44=Breizh interviewe les 6 inculpés

A la veille du procès d’Awen, Ewan, Hoel, Kevin, Mael et Youenn, le collectif 44=Breizh a voulu donner la parole aux inculpés pour qu’ils racontent le sens de leur engagement en faveur de l’unité territoriale de la Bretagne.

44=Breizh : Bonjour, racontez-nous un peu ce qui vous vaut de passer en jugement une deuxième fois, à la cour d’appel de Rennes cette fois-ci …

Awen : La nuit du 29 au 30 décembre 2008, nous sommes arrêtés près du palais de région des Pays de la Loire, après avoir barbouillé sa façade en signe de protestation face au refus de l’exécutif régional de mettre fin à la situation intolérable de la partition de la Bretagne. Quelques temps avant, nous avions tagué des trains TER Pays de la Loire afin de contester la communication outrancière de cette institution, orienté edans un but de création identitaire. Arrestations musclées, pressions psychologiques, nous passons jusqu’à 40 heures de garde-à-vue.

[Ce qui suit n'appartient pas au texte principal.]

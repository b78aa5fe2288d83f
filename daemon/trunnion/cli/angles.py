"""`trunnion angles`: where a target stands, at single instants or at regular ones."""

from typing import TYPE_CHECKING, Annotated, Any

import typer

from trunnion.cli.arguments import (
    AsJson,
    At,
    Geometric,
    OptionalFrom,
    OptionalUntil,
    Station,
    TargetText,
    Verbose,
)
from trunnion.cli.output import moment, number, print_json, print_table, print_text
from trunnion.sky.instants import format_utc

if TYPE_CHECKING:
    from collections.abc import Mapping

    from trunnion.sky.look import Look

_MOST_INSTANTS = 1_000_000


def angles(
    station: Station,
    *,
    target: TargetText,
    at: At = None,
    from_s: OptionalFrom = None,
    until_s: OptionalUntil = None,
    every_s: Annotated[
        float | None, typer.Option("--every", metavar="S", help="Step of a series in seconds.")
    ] = None,
    geometric: Geometric = False,
    verbose: Verbose = False,
    as_json: AsJson = False,
) -> None:
    """Print the look angles of a target: azimuth, elevation, range, and how they change."""
    from trunnion.files.station import load_station
    from trunnion.service.targets import TargetBook
    from trunnion.service.trust_words import doubts_of, models_in_use
    from trunnion.service.viewpoint import viewpoint_of

    instants = _instants(at, from_s, until_s, every_s)
    loaded = load_station(station)
    viewpoint = viewpoint_of(loaded)
    seen_from = viewpoint.geometric() if geometric else viewpoint
    found = TargetBook(loaded, seen_from).resolve_or_read(target)
    looks = [(utc_s, found.look(utc_s)) for utc_s in instants]
    trust = {**models_in_use(seen_from), **doubts_of(found, instants)} if verbose else {}
    if as_json:
        print_json({"target": found.name, **trust, "angles": [_plain(*each) for each in looks]})
        return
    _print_looks(found.name, looks)
    if verbose:
        _print_trust(trust)


def _print_trust(trust: "Mapping[str, Any]") -> None:
    on_or_off = "on" if trust["light_time_and_aberration"] else "off"
    print_text(
        f"refraction: {trust['refraction']}; Earth orientation: {trust['earth_orientation']}; "
        f"light time and aberration: {on_or_off}"
    )
    print_text(f"expected error: {number(trust['expected_error_deg'], 4)}°")
    for each in trust["doubts"]:
        print_text(f"  {each['what']}: {number(each['angle_deg'], 4)}° ({each['source']})")


def _instants(
    at: list[float] | None, from_s: float | None, until_s: float | None, every_s: float | None
) -> list[float]:
    series = (from_s, until_s, every_s)
    if at and series == (None, None, None):
        return at
    if at or from_s is None or until_s is None or every_s is None:
        raise typer.BadParameter("expected either --at, or --from, --until and --every together")
    if until_s < from_s or not every_s > 0:
        raise typer.BadParameter("expected --until not before --from, and --every above 0")
    steps = (until_s - from_s) / every_s
    if steps > _MOST_INSTANTS:
        raise typer.BadParameter(f"expected at most {_MOST_INSTANTS} instants, got {steps:.0f}")
    return [from_s + step * every_s for step in range(int(steps + 1e-9) + 1)]


def _plain(utc_s: float, look: "Look") -> dict[str, object]:
    return {
        "time": format_utc(utc_s),
        "azimuth_deg": look.azimuth_deg,
        "elevation_deg": look.elevation_deg,
        "range_km": look.range_km,
        "azimuth_rate_deg_s": look.azimuth_rate_deg_s,
        "elevation_rate_deg_s": look.elevation_rate_deg_s,
        "range_rate_km_s": look.range_rate_km_s,
    }


def _print_looks(name: str, looks: list[tuple[float, "Look"]]) -> None:
    columns = (
        "time\n(UTC)",
        "azimuth\n[°]",
        "rate\n[°/s]",
        "elevation\n[°]",
        "rate\n[°/s]",
        "range\n[km]",
        "rate\n[km/s]",
    )
    rows = (
        (
            moment(utc_s),
            number(look.azimuth_deg, 4),
            number(look.azimuth_rate_deg_s, 4),
            number(look.elevation_deg, 4),
            number(look.elevation_rate_deg_s, 4),
            number(look.range_km, 3),
            number(look.range_rate_km_s, 4),
        )
        for utc_s, look in looks
    )
    print_table(f"Look angles of {name}", columns, rows)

44=Breizh : Suite à cela, vous passez en procès une première fois le 12 février. Le contexte est-il favorable, y a-t-il une mobilisation autour de vous ?

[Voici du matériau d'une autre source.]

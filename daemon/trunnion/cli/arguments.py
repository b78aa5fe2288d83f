"""Arguments and options that several commands share."""

from pathlib import Path
from typing import Annotated

import typer

from trunnion.files.instant_text import parse_instant


def _instant(text: str | float) -> float:
    if isinstance(text, float):
        return text
    try:
        return parse_instant(text)
    except ValueError as error:
        raise typer.BadParameter(str(error)) from None


_INSTANT = "TIME"

Station = Annotated[Path, typer.Argument(metavar="STATION", help="The station file.")]

AsJson = Annotated[bool, typer.Option("--json", metavar="", help="Print JSON, and nothing else.")]

TargetText = Annotated[
    str,
    typer.Option(
        "--target",
        metavar="TARGET",
        help="A name in the station's targets or elements, a catalogue number, a file with one "
        "target (orbit elements, an ephemeris, an angle table), sun, moon or a planet, "
        "icrs:RIGHT_ASCENSION,DECLINATION, or fixed:AZIMUTH,ELEVATION.",
    ),
]

Geometric = Annotated[
    bool,
    typer.Option(
        "--geometric",
        metavar="",
        help="The straight line: no refraction, light time or aberration.",
    ),
]

Verbose = Annotated[
    bool,
    typer.Option(
        "--verbose", metavar="", help="Tell the models in use, too, and what may be wrong."
    ),
]

From = Annotated[
    float,
    typer.Option(
        "--from", metavar=_INSTANT, parser=_instant, help="Begin, such as 2026-12-01T10:15:00Z."
    ),
]

Until = Annotated[
    float, typer.Option("--until", metavar=_INSTANT, parser=_instant, help="End, written likewise.")
]

OptionalFrom = Annotated[
    float | None,
    typer.Option("--from", metavar=_INSTANT, parser=_instant, help="Begin of a series."),
]

OptionalUntil = Annotated[
    float | None,
    typer.Option("--until", metavar=_INSTANT, parser=_instant, help="End of a series."),
]

At = Annotated[
    list[float] | None,
    typer.Option(
        "--at",
        metavar=_INSTANT,
        parser=_instant,
        help="An instant, such as 2026-12-01T10:15:00Z; may be given several times.",
    ),
]

OptionalPlan = Annotated[
    Path | None,
    typer.Option("--plan", metavar="FILE", help="A plan file instead of the station's own."),
]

Hoel : Absolument, la solidarité s’organise autour du collectif 44=Breizh : manifestations, tractages, campagne d’information et de récolte de fonds. Nous obtenons aussi le soutien de dizaines de personnalités politiques, d’associations, d’organisations politiques, de la société civile, venant de Bretagne ou d’ailleurs. Le jour du procès, il y aura jusqu’à 300 personnes pour nous soutenir. La salle d’audience est bondée et l’assistance nous est clairement acquise !

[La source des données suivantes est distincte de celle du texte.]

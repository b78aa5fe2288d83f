"""`trunnion show`: a station file as the program understands it."""

from trunnion.cli.arguments import AsJson, Station
from trunnion.cli.output import print_json, print_text


def show(station: Station, *, as_json: AsJson = False) -> None:
    """Print every setting of a station with the value in force, defaults filled in."""
    from trunnion.files.station import effective_settings, load_station

    settings = effective_settings(load_station(station))
    if as_json:
        print_json(settings)
        return
    import yaml

    print_text(yaml.safe_dump(settings, sort_keys=False, allow_unicode=True))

44=Breizh : C’est donc un procès à tonalité politique ?

Kevin : Notre engagement et évidemment politique, et bien que les magistrats essaient de réduire l’affaire à sa simple dimension factuelle, nous arrivons à faire de ce procès une tribune de dénonciation du problème de la partition. L’intervention de notre avocat et des différents témoins contribue fortement à alimenter cet aspect. Ce qui en ressort, c’est une opposition entre la légalité républicaine française incarnée par le vice-procureur et la légitimité de l’action militante face au déficit démocratique en Bretagne. A travers notre action, ce sont clairement l’existence et l’organisation de la région qui sont visés.

44=Breizh : Le verdict tombe enfin le 5 mars, il est lourd : 2 mois de prison avec sursis assortis de 100 heures de travaux d’intérêt général, auxquels s’ajoute 32.400 € de dommages-intérêts. Quels sont alors vos impressions ?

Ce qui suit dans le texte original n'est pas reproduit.